Leaving aside Uber, Lyft and WeWork, over 64% of the tech companies that IPO’d in the last couple of years are unprofitable. When times are good, most humans are willing to pay an above market price for things that they don’t even need, but when times are bad, people think twice to buy even essentials. We’ve already seen over 51% decline in the prices of Uber and Lyft in the last two weeks, thats a notional loss of over $50BN. Uber’s valuation during its private round stood at $76BN. Valuations of major companies will take a massive hit as companies rush to raise bridge rounds for staying afloat.

Uninhibited spending on marketing, R&D and growth at all cost will see a decline. Most startups are already rebuilding their expense bases from ground up.

Companies Selling to SMB

Companies selling to SMB’s will see a sharp decline in their revenue and wouldn’t expect it come up anytime soon, as SMBs themselves are at a risk of extinction. Companies that will be most affected by it will be POS providers like Faire, VendHQ, Clover, Square and a few publicly listed ones.
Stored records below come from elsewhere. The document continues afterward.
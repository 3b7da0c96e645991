// Sorting and filtering of the ranking table; inlined into report.html at render time.
(function(){
  var table=document.getElementById('ranking');
  var body=table.tBodies[0];
  function apply(){
    var st=document.getElementById('f-status').value, cl=document.getElementById('f-class').value,
        dm=document.getElementById('f-domain').value, q=document.getElementById('f-text').value.toLowerCase();
    var shown=0;
    Array.prototype.forEach.call(body.rows,function(r){
      var ok=(!st||r.dataset.status===st)&&(!cl||r.dataset.class===cl)&&(!dm||r.dataset.domain===dm)
             &&(!q||r.textContent.toLowerCase().indexOf(q)>=0);
      r.style.display=ok?'':'none'; if(ok){shown++;}
    });
    document.getElementById('f-count').textContent=shown+' of '+body.rows.length+' rows shown';
  }
  ['f-status','f-class','f-domain'].forEach(function(id){document.getElementById(id).addEventListener('change',apply);});
  document.getElementById('f-text').addEventListener('input',apply);
  document.getElementById('f-allcols').addEventListener('change',function(e){
    document.body.classList.toggle('allcols',e.target.checked);});
  document.getElementById('f-drawings').addEventListener('change',function(e){
    document.body.classList.toggle('nodrawings',!e.target.checked);});
  Array.prototype.forEach.call(table.tHead.rows[0].cells,function(th,k){
    if(!th.classList.contains('sortable')){return;}
    th.addEventListener('click',function(){
      var asc=th.dataset.order!=='asc'; th.dataset.order=asc?'asc':'desc';
      var rows=Array.prototype.slice.call(body.rows);
      rows.sort(function(a,b){
        var x=a.cells[k].dataset.sort||a.cells[k].textContent, y=b.cells[k].dataset.sort||b.cells[k].textContent;
        var fx=parseFloat(x), fy=parseFloat(y);
        var nx=isNaN(fx), ny=isNaN(fy);
        if(nx&&ny){return asc?x.localeCompare(y):y.localeCompare(x);}
        if(nx){return 1;} if(ny){return -1;}
        return asc?fx-fy:fy-fx;
      });
      rows.forEach(function(r){body.appendChild(r);});
    });
  });
  apply();
})();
Due to the rising number of unemployment and drop in wages, spending in non-essentials software and tools will take a large hit.

Companies Selling to Enterprise

Companies like Salesforce/Workaday or those that were selling to Fortune 1000 will see their revenue fall faster than the stock market as enterprises try to rebase their own Operational Expenses. CxOs of major companies wouldn’t be willing to try out the latest “No Code” solution or replace their legacy systems as they try to save their own companies from going extinct. Expect to see some series A/B CRM/Sales/LowCode to get either wiped out or cut their staff by 80% which is already happening.
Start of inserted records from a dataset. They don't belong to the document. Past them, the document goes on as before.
def locate_site(screened: Screened, complex_numbers, n_diene_atoms: int, energies: dict,
                energy_forces, complex_mol: Molecule, diene_mol: Molecule, dph_mol: Molecule, *,
                fmax_eV_A: float = 0.01, max_steps: int = 100) -> dict:
    """Locate, verify and decompose the transition structure of one screened site.

    energies (kJ/mol): 'diene_min', 'diene_planar', 'dienophile_min'. Returns a
    JSON-ready dict (energies kJ/mol, distances Angstrom, wavenumbers cm^-1)."""
    t0 = time.perf_counter()
    n_start = complex_mol.n_calls + diene_mol.n_calls + dph_mol.n_calls
    nd, numbers = n_diene_atoms, list(complex_numbers)
    e_ref = energies["diene_min"] + energies["dienophile_min"]
    located = []
    for e_model, ap, r in screened.models:
        ts = find_saddle(numbers, r.positions_A, energy_forces, fmax_eV_A=fmax_eV_A, max_steps=max_steps)
        d = [_distance(ts.positions_A, p) for p in ap.pairs]
        in_range = all(SADDLE_BOND_RANGE_A[0] <= x <= SADDLE_BOND_RANGE_A[1] for x in d)
        located.append({"approach": ap, "model_kJmol": e_model, "model": r, "ts": ts,
                        "usable": ts.converged and in_range, "bonds_A": d})
    attempts = []
    chosen = None
    for cand in sorted((c for c in located if c["usable"]), key=lambda c: c["ts"].energy_eV):
        check = verify(numbers, cand["ts"].positions_A, cand["approach"].pairs, energy_forces)
        attempts.append(f"{cand['approach'].name}: {check.reason or 'verified'}")
        if check.verified:
            chosen = (cand, check)
            break
    out = {"approaches": [{"approach": c["approach"].name,
                           "model_barrier_kJmol": round(c["model_kJmol"] - e_ref, 3),
                           "saddle_kJmol": round(c["ts"].energy_eV * EV_KJMOL - e_ref, 3),
                           "saddle_converged": c["ts"].converged, "saddle_gradients": c["ts"].n_gradients,
                           "forming_bonds_A": [round(x, 3) for x in c["bonds_A"]], "usable": c["usable"]}
                          for c in located],
           "checks": attempts}

    def spent():
        return {"n_gradients": complex_mol.n_calls + diene_mol.n_calls + dph_mol.n_calls - n_start,
                "wall_time_s": round(time.perf_counter() - t0, 3)}

    def decompose(positions_A, e_total):
        """Barrier and its distortion/interaction parts for a complex structure (kJ/mol)."""
        e_diene_frozen = diene_mol.singlepoint(positions_A[:nd]).energy_kJmol
        e_dph_frozen = dph_mol.singlepoint(positions_A[nd:]).energy_kJmol
        return {
            "barrier_kJmol": round(e_total - e_ref, 3),
            "intrinsic_barrier_kJmol": round(e_total - energies["diene_planar"] - energies["dienophile_min"], 3),
            "distortion_kJmol": round(e_diene_frozen - energies["diene_min"], 3),
            "dienophile_distortion_kJmol": round(e_dph_frozen - energies["dienophile_min"], 3),
            "interaction_kJmol": round(e_total - e_diene_frozen - e_dph_frozen, 3)}

    if chosen is None:
        e_model, ap, r = screened.models[0]
        why = ("no saddle search converged with both forming bonds in "
               f"{SADDLE_BOND_RANGE_A[0]}-{SADDLE_BOND_RANGE_A[1]} A" if not attempts
               else "no located saddle passed the checks (" + "; ".join(attempts) + ")")
        # the fixed-bond model structure stands in for the saddle, decomposed the same way
        return out | {
            "status": "ts_unverified", "message": why, "approach": ap.name, "ts_verified": False,
            "model_barrier_kJmol": round(e_model - e_ref, 3), **decompose(r.positions_A, e_model),
            "pairs": [list(p) for p in ap.pairs],
            "positions_A": np.round(r.positions_A, 5).tolist(), "n_diene_atoms": nd} | spent()
    cand, check = chosen
    ts_A = cand["ts"].positions_A
    e_ts = cand["ts"].energy_eV * EV_KJMOL
    e_adduct = check.adduct.energy_eV * EV_KJMOL
    d1, d2 = (_distance(ts_A, p) for p in cand["approach"].pairs)
    return out | {
        "status": "ok", "message": "", "approach": cand["approach"].name, "ts_verified": True,
        **decompose(ts_A, e_ts),
        "reaction_energy_kJmol": round(e_adduct - e_ref, 3),
        "complex_kJmol": round(check.reactant_side.energy_eV * EV_KJMOL - e_ref, 3),
        "model_barrier_kJmol": round(cand["model_kJmol"] - e_ref, 3),
        "ts_imag_cm1": check.imaginary_cm1, "n_imaginary": check.n_imaginary,
        "frequencies_cm1": list(check.frequencies_cm1),
        "mode_bond_changes": list(check.bond_changes),
        "forming_bonds_A": [round(d1, 3), round(d2, 3)], "asynchronicity_A": round(abs(d1 - d2), 3),
        "pairs": [list(p) for p in cand["approach"].pairs],
        **_preferences(located, cand),
        "adduct_converged": bool(check.adduct.converged),
        "positions_A": np.round(ts_A, 5).tolist(),
        "adduct_A": np.round(check.adduct.positions_A, 5).tolist(), "n_diene_atoms": nd} | spent()
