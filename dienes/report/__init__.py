"""results/report.html: one self-contained page a chemist reads.

The page is a Jinja2 template (page.html.j2) with its style sheet (page.css) and
script (page.js) beside it and its words in text.yaml; this module prepares
plain data for it (rows of strings, RDKit and matplotlib SVG) and renders it.
Everything is inlined at render time, so the page makes no network request;
every string that came from the user is escaped by the template engine.
"""

from __future__ import annotations

import datetime as _dt
import io
import math
from functools import lru_cache
from importlib import resources

import numpy as np
import pandas as pd
from markupsafe import Markup
from rdkit import Chem
from rdkit.Chem.Draw import rdMolDraw2D

from ..dienophiles import name_of
from ..outputs import (accuracy_text, computed_text, hours_text, interval_label, is_true, level_text, scale_text, time_text,
                       times_text)
from ..ranking import col, ranking_model

COLOUR_CLIP = (5, 95)       # percentiles that bound the colour scale of the map
PROFILE_CAP_KJMOL = 60.0    # torsion profiles are drawn up to this energy
LEVEL_ROWS_SHOWN = 10       # rows of a level comparison: the largest rank changes
TIER_NAMES_SHOWN = 12       # dienes named per tier in the try-first box


@lru_cache(maxsize=1)
def text() -> dict:
    """The report's words: cautions, glossary, scope (text.yaml)."""
    import yaml
    return yaml.safe_load(resources.files(__package__).joinpath("text.yaml").read_text(encoding="utf-8"))


def _asset(name: str) -> str:
    return resources.files(__package__).joinpath(name).read_text(encoding="utf-8")


def _num(value, fmt="{:.2f}") -> str:
    try:
        x = float(value)
    except (TypeError, ValueError):
        return ""
    return "" if math.isnan(x) else fmt.format(x)


def _text(value) -> str:
    return "" if value is None or (isinstance(value, float) and math.isnan(value)) else str(value)


# ------------------------------------------------------------------ pictures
Whereas, companies selling remote productivity suites like Zoom/Slack/Notion will continue enjoying their growth.

Consumer Tech & D2C Brands

Companies targeted towards consumers that depended on advertising will see a massive decline in their revenue with Snap and Facebook being hit the hardest for the foreseeable future whereas usage will actually rise as more people stay at home! Tiktok and HouseParty has already seen a huge upsurge in downloads in the last two weeks and the strain of massive usage because of Netflix/Zoom/Youtube is already getting felt by telecommunications operators around the world. D2C brands with their massive OPEX and burgeoning marketing spends like Casper and Native are already facing the heat whereas companies similar to Brandless went extinct right before the COVID19 hit the shores of US. Globally,

Edtech startups are AND will continue to have a gala time! And we’ll see an increasing number of healthcare and biotech companies crop up in the next few years with rapid succession.

Startups that survive will become anti-fragile and resilient!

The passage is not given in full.